In a 2010 essay in the Teacher’s College Record Lareau argued that education research has suffered in the last decade as a result of a push to study student performance using scientific methods that she says don’t translate well to schools. The 2001 No Child Left Behind (NCLB) Act is closely identified with standardized testing of students, but it also laid out very specific methods that researchers need to use in order to qualify for federal funding. Most notably, NCLB privileged randomized control trials—in which one group of students receives an intervention like after-school tutoring while a control group of students does not—as what it termed the “gold standard” of education research.
Randomized control trials are the best way to produce accurate results in a laboratory, but Lareau argues they don’t work well in settings where researchers cannot control all the variables. “The kind of clean experimental manipulation of ‘conditions’ or ‘treatments’ called for in experimental research is hard to do in real-world settings outside an experimental laboratory,” she wrote in the Teacher’s College Record. “Nowhere are these problems more apparent than in the implementation of randomized-controlled trials in the ‘naturalistic’ settings of schools.”

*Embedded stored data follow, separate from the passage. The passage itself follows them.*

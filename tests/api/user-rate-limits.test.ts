/**
 * Per-user limits (server/middleware/user-rate-limit.ts): small budgets set through the environment, as
 * `npm test` and the benches set large ones. Two app instances on one database stand for two nodes behind
 * a balancer, each with its own limiter objects: the counters live in PostgreSQL (rate_limit_hits).
 * Requests here are cheap on purpose: a preview of an empty body answers 400 after the limiter has counted it.
 */
import { describe, expect, it } from 'vitest'
import request from 'supertest'

const { appNodes } = await import('../helpers/nodes')
const { nodes, more } = await appNodes({ PREVIEW_RATE_LIMIT: '3', MESSAGE_RATE_LIMIT: '3', SEARCH_RATE_LIMIT: '2', USER_RATE_WINDOW_SECONDS: '600' })
// a third node whose window is one second
const shortWindow = more({ USER_RATE_WINDOW_SECONDS: '1' })
const { makeUser, clientOf } = await import('../helpers/api')
const { tooManyWords } = await import('../../shared/words/limits')

const preview = (c: Awaited<ReturnType<typeof clientOf>>) => c.post('/api/rooms/preview', {})

describe('per-user limits', () => {
  it('a listener past the preview limit gets 429 with Retry-After and the words of shared/words/limits.ts; another listener is not affected', async () => {
    const a = await clientOf(nodes[0].app, await makeUser('listener'))
    const b = await clientOf(nodes[0].app, await makeUser('listener'))
    for (let i = 0; i < 3; i++) await preview(a).expect(400)
    const res = await preview(a).expect(429)
    const wait = Number(res.headers['retry-after'])
    expect(Number.isInteger(wait)).toBe(true)
    expect(wait).toBeGreaterThanOrEqual(1)
    expect(wait).toBeLessThanOrEqual(600)
    expect(res.body.error.code).toBe('too_many_requests')
    expect(res.body.error.message).toBe(tooManyWords('previews', wait))
    expect(res.body.error.message).toMatch(/asked for a lot of previews/)
    // another person has a budget of their own
    for (let i = 0; i < 3; i++) await preview(b).expect(400)
    // and the limited person's other actions have theirs (a message to no case: counted, then 400 for the empty body)
    await a.post('/api/cases/00000000-0000-4000-8000-000000000001/messages', {}).expect(400)
  })

  it('only the team\'s full-text searches count: queue pages without a search and a listener\'s list are never limited', async () => {
    const adv = await clientOf(nodes[0].app, await makeUser('advisor'))
    await adv.get('/api/cases?q=boomy').expect(200)
    await adv.get('/api/cases?q=boomy').expect(200)
    const res = await adv.get('/api/cases?q=boomy').expect(429)
    expect(res.body.error.message).toBe(tooManyWords('search', Number(res.headers['retry-after'])))
    await adv.get('/api/cases').expect(200)
    const lis = await clientOf(nodes[0].app, await makeUser('listener'))
    for (let i = 0; i < 4; i++) await lis.get('/api/cases?q=boomy').expect(200)
  })

  it('one person\'s requests spread over two nodes count against one budget (PostgreSQL holds the counters)', async () => {
    const u = await makeUser('listener')
    const on0 = await clientOf(nodes[0].app, u)
    const on1 = await clientOf(nodes[1].app, u)
    await preview(on0).expect(400)
    await preview(on1).expect(400)
    await preview(on0).expect(400)
    await preview(on1).expect(429)
    await preview(on0).expect(429)
  })

  it('the budget comes back once its window has ended (a one-second window)', async () => {
    const c = await clientOf(shortWindow.app, await makeUser('listener'))
    // requests until refused: a window that ends midway only makes this take a few more
    let refused: request.Response | undefined
    for (let i = 0; i < 30 && !refused; i++) {
      const r = await preview(c)
      if (r.status === 429) refused = r
      else expect(r.status).toBe(400)
    }
    expect(refused).toBeDefined()
    const wait = Number(refused!.headers['retry-after'])
    expect(wait).toBeLessThanOrEqual(1)
    await new Promise((r) => setTimeout(r, wait * 1000 + 300))
    await preview(c).expect(400)
  })
})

Lareau cites an experiment in the Chicago public schools as an example of how randomized control trials can go wrong. The experiment called for a group of schools to pilot a program for at-risk youth while a control group continued its pre-existing practices. As it happened, though, several principals in the test group failed to implement the program while several in the control group went ahead with the program anyway because they thought it would help their students. Beyond that basic confusion, other significant disruptions took place which limited the explanatory power of the study. These included “frequent changes in principal leadership, high levels of teacher turnover, shifts in administrative policy, and the placement of one-sixth of the schools in the city on probation.”
Lareau argues that social scientists make a mistake when they rely too heavily on methods that are vulnerable to these types of confounding factors. “There needs to be a realistic and critical assessment of the limits of randomized controlled trials and the relatively narrow forms of knowledge that can be gained from their use,” she wrote. She argues that as a field sociology would better understand the social mechanisms that influence people’s lives if it lent greater legitimacy to the kind of knowledge that is produced through “[s]mall, intensive, non-random case studies” of the sort she undertook in Unequal Childhoods.